### YOUR ASSIGNMENT
Work out how many lines in these entries include the string "kind", and give only that figure.

(EXTRACTED RECORDS Opens)

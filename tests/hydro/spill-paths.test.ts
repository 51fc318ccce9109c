/**
 * Spill paths (src/hydro/spill-paths.ts) against sources outside sill:
 *  - analytic: two paraboloid bowls of different depth side by side, z = min((x+a)² + y² − b, (x−a)² + y²).
 *    The shallow bowl fills and spills over the ridge into the deep one; steepest descent on a
 *    paraboloid runs straight towards its centre (the gradient of (x+a)² + y² points along the radius),
 *    so from a pass on the axis y = 0 the path runs along that axis to the deep bowl's pit, and its
 *    drop is the spill level minus the pit value. The merged pair spills off the map.
 *  - properties (fast-check, random grids with ties and nodata, 4 and 8 connectivity): every part runs
 *    downhill on the DEM and the filled surface never rises along the whole path (with no filters: the
 *    lakes it crosses are filled); a depression that
 *    spills into another arrives inside it; one that spills to the outside arrives outside (across flats
 *    and depressions the filters removed), or in a lower depression that is already full.
 */
import { describe, it, expect } from 'vitest';
import fc from 'fast-check';
import { Grid } from '../../src/surface/grid.js';
import { ponds, type PondsResult } from '../../src/hydro/ponds.js';
import { SpillPaths } from '../../src/hydro/spill-paths.js';
import { seededValues } from '../morse/arbitraries.js';

function pathsOf(res: PondsResult): SpillPaths {
  return new SpillPaths(res.grid, res.complex, res.hierarchy, res.catchments!.labels!, res.options.connectivity, res.options.nodataOutlet, false, res.catchments!.resume);
}

describe('spill paths on two bowls', () => {
  it('the shallow bowl spills along the axis into the deep bowl\'s pit; the pair spills off the map', () => {
    const w = 61, h = 41, a = 12, b = 30;
    const v = new Float64Array(w * h);
    for (let r = 0; r < h; r++) {
      for (let c = 0; c < w; c++) {
        const x = c - 30, y = 20 - r;
        v[r * w + c] = Math.min((x + a) ** 2 + y * y - b, (x - a) ** 2 + y * y);
      }
    }
    const g = new Grid({ width: w, height: h, values: v, transform: [0, 1, 0, h, 0, -1] });
    const res = ponds(g, { connectivity: 8, euler: false, catchments: 'raster' });
    const H = res.hierarchy;
    expect(H.count).toBe(3);
    const deep = [1, 2, 3].find((d) => H.pitValue[d] === -b)!;
    const shallow = [1, 2, 3].find((d) => H.pitValue[d] === 0)!;
    expect(H.into[shallow]).toBe(deep);
    const paths = pathsOf(res);
    const p = paths.path(shallow);
    expect(p.parts).toBe(1);
    expect(p.arrives).toEqual({ kind: 'depression', id: deep });
    // from the pass on the axis y = 0 (row 20) to the deep pit at x = −a, always westwards and within one
    // cell of the axis: the continuous path is the axis itself; on the lattice the cell beyond the pass may
    // sit a diagonal step off it, and a step along a row drops more than a diagonal step back (by
    // 2(x+a) − 1 over 1 against 2(x+a) over √2) until close to the pit
    const ys = [], xs = [];
    for (let k = 0; k < p.vertices; k++) { xs.push(p.xy[2 * k]); ys.push(p.xy[2 * k + 1]); }
    const axis = g.y(0, 20);
    expect(ys[0]).toBe(axis);
    for (const y of ys) expect(Math.abs(y - axis)).toBeLessThanOrEqual(1);
    expect(xs[xs.length - 1]).toBe(g.x(30 - a, 20));
    expect(ys[ys.length - 1]).toBe(axis);
    for (let k = 1; k < xs.length; k++) expect(xs[k]).toBeLessThan(xs[k - 1]);
    let len = 0;
    for (let k = 1; k < xs.length; k++) len += Math.hypot(xs[k] - xs[k - 1], ys[k] - ys[k - 1]);
    expect(p.length).toBeCloseTo(len, 12);
    expect(p.drop).toBe(H.spillValue[shallow] - -b);
    // the merged pair leaves the map
    const merged = [1, 2, 3].find((d) => d !== deep && d !== shallow)!;
    const q = paths.path(merged);
    expect(q.arrives).toEqual({ kind: 'outside' });
    const lx = q.xy[2 * q.vertices - 2], ly = q.xy[2 * q.vertices - 1];
    const outside = lx < 0 || lx > w || ly < 0 || ly > h;
    expect(outside).toBe(true);
  });
});

describe('spill paths on random grids (fast-check)', () => {
  it('run downhill, never rise on the filled surface, and arrive where the hierarchy says', () => {
    const grids = fc.record({
      w: fc.integer({ min: 4, max: 22 }), h: fc.integer({ min: 4, max: 22 }),
      levels: fc.integer({ min: 2, max: 40 }), hole: fc.constantFrom(0, 0.05, 0.2), seed: fc.integer(),
      conn: fc.constantFrom(4 as const, 8 as const), minDepth: fc.constantFrom(0, 0, 2),
    });
    fc.assert(fc.property(grids, ({ w, h, levels, hole, seed, conn, minDepth }) => {
      const g = new Grid({ width: w, height: h, values: seededValues(w, h, levels, hole, seed) });
      let res: PondsResult;
      try { res = ponds(g, { connectivity: conn, minDepth, euler: false, catchments: 'raster' }); } catch { return; }
      const H = res.hierarchy, filled = res.rasters.filled, z = g.values;
      const paths = pathsOf(res);
      // map coordinates back to cells (transform [0,1,0,0,0,1]: x = col + 0.5, y = row + 0.5)
      const cellAt = (k: number, p: { xy: Float64Array }) => {
        const c = p.xy[2 * k] - 0.5, r = p.xy[2 * k + 1] - 0.5;
        return c < 0 || r < 0 || c >= w || r >= h || Number.isNaN(z[r * w + c]) ? -1 : r * w + c;
      };
      for (let d = 1; d <= H.count; d++) {
        const p = paths.path(d);
        let prevFilled = Infinity;
        for (let part = 0; part < p.parts; part++) {
          // depressions removed by a filter are not filled: a jump over one (from its pit to its pass) may rise
          if (minDepth > 0) prevFilled = Infinity;
          const end = part + 1 < p.parts ? p.partStart[part + 1] : p.vertices;
          let prev = Infinity;
          for (let k = p.partStart[part]; k < end; k++) {
            const i = cellAt(k, p);
            if (i < 0) { expect(k).toBe(p.vertices - 1); continue; } // the outlet beyond the last cell
            expect(z[i]).toBeLessThanOrEqual(prev);
            expect(filled[i]).toBeLessThanOrEqual(prevFilled);
            prev = z[i]; prevFilled = filled[i];
          }
        }
        const into = H.into[d];
        if (into > 0) {
          expect(p.arrives.kind).toBe('depression');
          const t = (p.arrives as { id: number }).id;
          expect(H.tin[into] <= H.tin[t] && H.tin[t] < H.tout[into]).toBe(true);
        } else {
          // to the map's edge (across flats and removed depressions), or into a lower depression that is
          // full already: it reached the outside at or below this spill level
          if (p.arrives.kind === 'depression') {
            let top = p.arrives.id;
            while (H.parent[top] > 0) top = H.parent[top];
            expect(H.spillValue[top]).toBeLessThanOrEqual(H.spillValue[d]);
            expect(top).not.toBe(d);
          } else expect(p.arrives.kind).toBe('outside');
        }
        expect(p.drop).toBeGreaterThanOrEqual(0);
      }
    }), { numRuns: 250, seed: 5 });
  });
});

(EXTRACTED RECORDS Closes)

### WORKED SOLUTION
5